───── Provided data
def flow_text(spec: dict, flow: dict) -> str:
    """Plain-text summary of one plane's flow (for readers without matplotlib)."""
    p = spec["pump"] + 1
    pump, x = flow["pump"], flow["centres"]
    marks = [0.0, 0.125, 0.25, 0.375, 0.5]
    rows = []
    for v in marks:
        j = int(np.argmin(np.abs(pump - v)))
        rows.append(f"k{p}={pump[j]:.3f}: " + " ".join(f"{c:.3f}" for c in x[j]))
    return (f"{spec['label']}: k{p} from 0 to 1/2 at {pump.size} values ({flow['added']} added by refinement), "
            f"centres along a{spec['loop'] + 1}; the largest-gap midpoint is crossed {flow['crossings']} time(s) "
            f"-> Z2 = {flow['z2']}; closest approach {flow['closest']:.3f}. Centres " + "; ".join(rows))


def flow_figure(spec: dict, flow: dict):
    """A function drawing the flow of one plane on a matplotlib Axes (a partial of :func:`draw_flow`, so that a
    report holding it can be pickled)."""
    return partial(draw_flow, flow["pump"].copy(), flow["centres"].copy(), flow["midpoints"].copy(),
                   spec["pump"] + 1, spec["loop"] + 1, spec["label"], flow["z2"])


def draw_flow(pump, x, z, p, loop, label, z2, ax) -> None:
    """The Wannier-centre flow of one plane (centres, and the largest-gap midpoint) on ``ax``."""
    ax.plot(np.repeat(pump, x.shape[1]), x.ravel(), ".", ms=3, color="tab:blue", label="Wannier centres")
    ax.plot(pump, z, "x", ms=3, color="tab:red", label="largest-gap midpoint")
    ax.set_xlim(0.0, 0.5)
    ax.set_ylim(0.0, 1.0)
    ax.set_xlabel(f"k{p} (reduced)")
    ax.set_ylabel(f"centre along a{loop} (reduced)")
    ax.set_title(f"{label}: Z2 = {z2}")
    ax.legend(loc="upper right", fontsize="x-small")


# ---------------------------------------------------------------------------------------------- the plugin
class Z2Index(Invariant):
    name = "z2"
    title = "Z2 index (time reversal, T² = −1)"
    requires = Requirements(dims={2, 3}, time_reversal=True, spinful=True)

    @staticmethod
    def _mesh(context) -> int:
        """Points per axis of the first pass (the plan uses the same); even: the TRIMs k_p = 1/2 and the half-zone
        endpoints lie on the mesh."""
        n = int(context.option("mesh", 48 if context.dim == 2 else 24))
        return n + n % 2

    def planned_grids(self, context):
        n = self._mesh(context)
        pump = np.arange(n // 2 + 1) / n
        return [plane_grid(context.dim, spec, pump, n) for spec in invariant_planes(context.dim)]

    def compute(self, context):
        dim, bands = context.dim, context.bands
        n = self._mesh(context)
        largest = int(context.option("max_mesh", 4 * n))
        max_refine = int(context.option("refine", MAX_REFINE))
        planes, flows, meshes = invariant_planes(dim), {}, {}
        try:  # every plane in one batch; a plane that needs refinement or finer loops is tracked on its own below
            done, starts = first_pass(bands, dim, planes, n)
        except GapClosedError:  # found again, with the plane named, plane by plane below
            done, starts = [None] * len(planes), [None] * len(planes)
        for spec, flow, start in zip(planes, done, starts):
            if flow is not None:
                flows[spec["key"]], meshes[spec["key"]] = flow, n
                continue
            m = n
            while True:
                try:  # the first pass's centres start the tracking on its mesh
                    flow = track_plane(bands, dim, spec, m, max_refine, start=start if m == n else None)
                except GapClosedError as exc:
                    raise GapClosedError(f"on {spec['where']}: {exc}") from None
                if flow["norm"] >= NORM_CHECK:
                    break
                if 2 * m > largest:
                    raise MeshTooCoarseError(
                        f"Wilson loops on {spec['where']} not converged: an eigenvalue modulus "
                        f"{flow['norm']:.2f} < {NORM_CHECK} on a {m}-point loop (the gap is probably tiny: smallest "
                        f"direct gap on the plane {flow['gap'][0]:.1e} at k={_k_text(flow['gap'][1])}); "
                        f"raise max_mesh above {largest}")
                m *= 2
            flows[spec["key"]], meshes[spec["key"]] = flow, m
        values = {key: f["z2"] for key, f in flows.items()}
        by_key = {spec["key"]: spec for spec in planes}
        if dim == 2:
            value = values["zone"]
        else:
            strong = [(values[f"k{i}=0"] + values[f"k{i}=0.5"]) % 2 for i in (1, 2, 3)]
            if len(set(strong)) != 1:
                raise CrystaltopError(
                    "the strong index differs between the three families of planes "
                    f"(Z2(k_i=0) + Z2(k_i=1/2) = {strong} for i = 1, 2, 3; plane values {values}): "
                    "the flow is not resolved or the model is not gapped between the planes")
            value = strong[0]
        approach = max(f["approach"] for f in flows.values())
        sizes = sorted(set(meshes.values()))
        pump_axis = "k1" if dim == 2 else "k_{i+1}"
        mesh = (f"{'/'.join(map(str, sizes))}-point loops x {pump_axis} in [0, 1/2] "
                f"({sum(f['pump'].size for f in flows.values())} pumping steps in all)")
        details = {
            "planes": values,
            "crossings": {key: f["crossings"] for key, f in flows.items()},
            "smallest_midpoint_distance": min(f["closest"] for f in flows.values()),
            "largest_centre_move": max(f["move"] for f in flows.values()),
            "smallest_wilson_eigenvalue_modulus": min(f["norm"] for f in flows.values()),
            "refined_steps": {key: f["added"] for key, f in flows.items()},
            "loop_mesh": meshes,
            # text and centre lists are read only when a report is rendered or exported: made then
            "flow": DeferredMapping([s["key"] for s in planes], lambda key: flow_text(by_key[key], flows[key])),
            "centres": DeferredMapping(flows, lambda key: {"pump": np.round(flows[key]["pump"], 6).tolist(),
                                                           "centres": np.round(flows[key]["centres"], 5).tolist()}),
        }
        notes = []
        if dim == 3:
            details["weak_from_planes"] = tuple(values[f"k{i}=0.5"] for i in (1, 2, 3))
            notes.append("ν₀ = Z2(k_i=0) + Z2(k_i=1/2) mod 2, the same for i = 1, 2, 3; "
                         "Z2 of each plane in details['planes']")
        notes.append("centres along the loop axis; the pumping direction runs over half the zone, 0 to 1/2")
        figures = {("flow" if dim == 2 else "flow-" + spec["key"].replace("=0.5", "-half").replace("=0", "-0")):
                   flow_figure(spec, flows[spec["key"]]) for spec in planes}
        return Outcome(value=value, method=METHOD, mesh=mesh, convergence=approach,
                       convergence_label="closest approach of a centre to the tracked midpoint (1 − distance/half-gap)",
                       details=details, notes=tuple(notes), figures=figures)


@hookimpl
def crystaltop_invariants():
    return [Z2Index()]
──────────
Task directions: Restate word for word only the lines running from the beginning of the data to the line holding "def _mesh(context) ->", both included.

Answer space:
def flow_text(spec: dict, flow: dict) -> str:
    """Plain-text summary of one plane's flow (for readers without matplotlib)."""
    p = spec["pump"] + 1
    pump, x = flow["pump"], flow["centres"]
    marks = [0.0, 0.125, 0.25, 0.375, 0.5]
    rows = []
    for v in marks:
        j = int(np.argmin(np.abs(pump - v)))
        rows.append(f"k{p}={pump[j]:.3f}: " + " ".join(f"{c:.3f}" for c in x[j]))
    return (f"{spec['label']}: k{p} from 0 to 1/2 at {pump.size} values ({flow['added']} added by refinement), "
            f"centres along a{spec['loop'] + 1}; the largest-gap midpoint is crossed {flow['crossings']} time(s) "
            f"-> Z2 = {flow['z2']}; closest approach {flow['closest']:.3f}. Centres " + "; ".join(rows))


def flow_figure(spec: dict, flow: dict):
    """A function drawing the flow of one plane on a matplotlib Axes (a partial of :func:`draw_flow`, so that a
    report holding it can be pickled)."""
    return partial(draw_flow, flow["pump"].copy(), flow["centres"].copy(), flow["midpoints"].copy(),
                   spec["pump"] + 1, spec["loop"] + 1, spec["label"], flow["z2"])


def draw_flow(pump, x, z, p, loop, label, z2, ax) -> None:
    """The Wannier-centre flow of one plane (centres, and the largest-gap midpoint) on ``ax``."""
    ax.plot(np.repeat(pump, x.shape[1]), x.ravel(), ".", ms=3, color="tab:blue", label="Wannier centres")
    ax.plot(pump, z, "x", ms=3, color="tab:red", label="largest-gap midpoint")
    ax.set_xlim(0.0, 0.5)
    ax.set_ylim(0.0, 1.0)
    ax.set_xlabel(f"k{p} (reduced)")
    ax.set_ylabel(f"centre along a{loop} (reduced)")
    ax.set_title(f"{label}: Z2 = {z2}")
    ax.legend(loc="upper right", fontsize="x-small")


# ---------------------------------------------------------------------------------------------- the plugin
class Z2Index(Invariant):
    name = "z2"
    title = "Z2 index (time reversal, T² = −1)"
    requires = Requirements(dims={2, 3}, time_reversal=True, spinful=True)

    @staticmethod
    def _mesh(context) -> int:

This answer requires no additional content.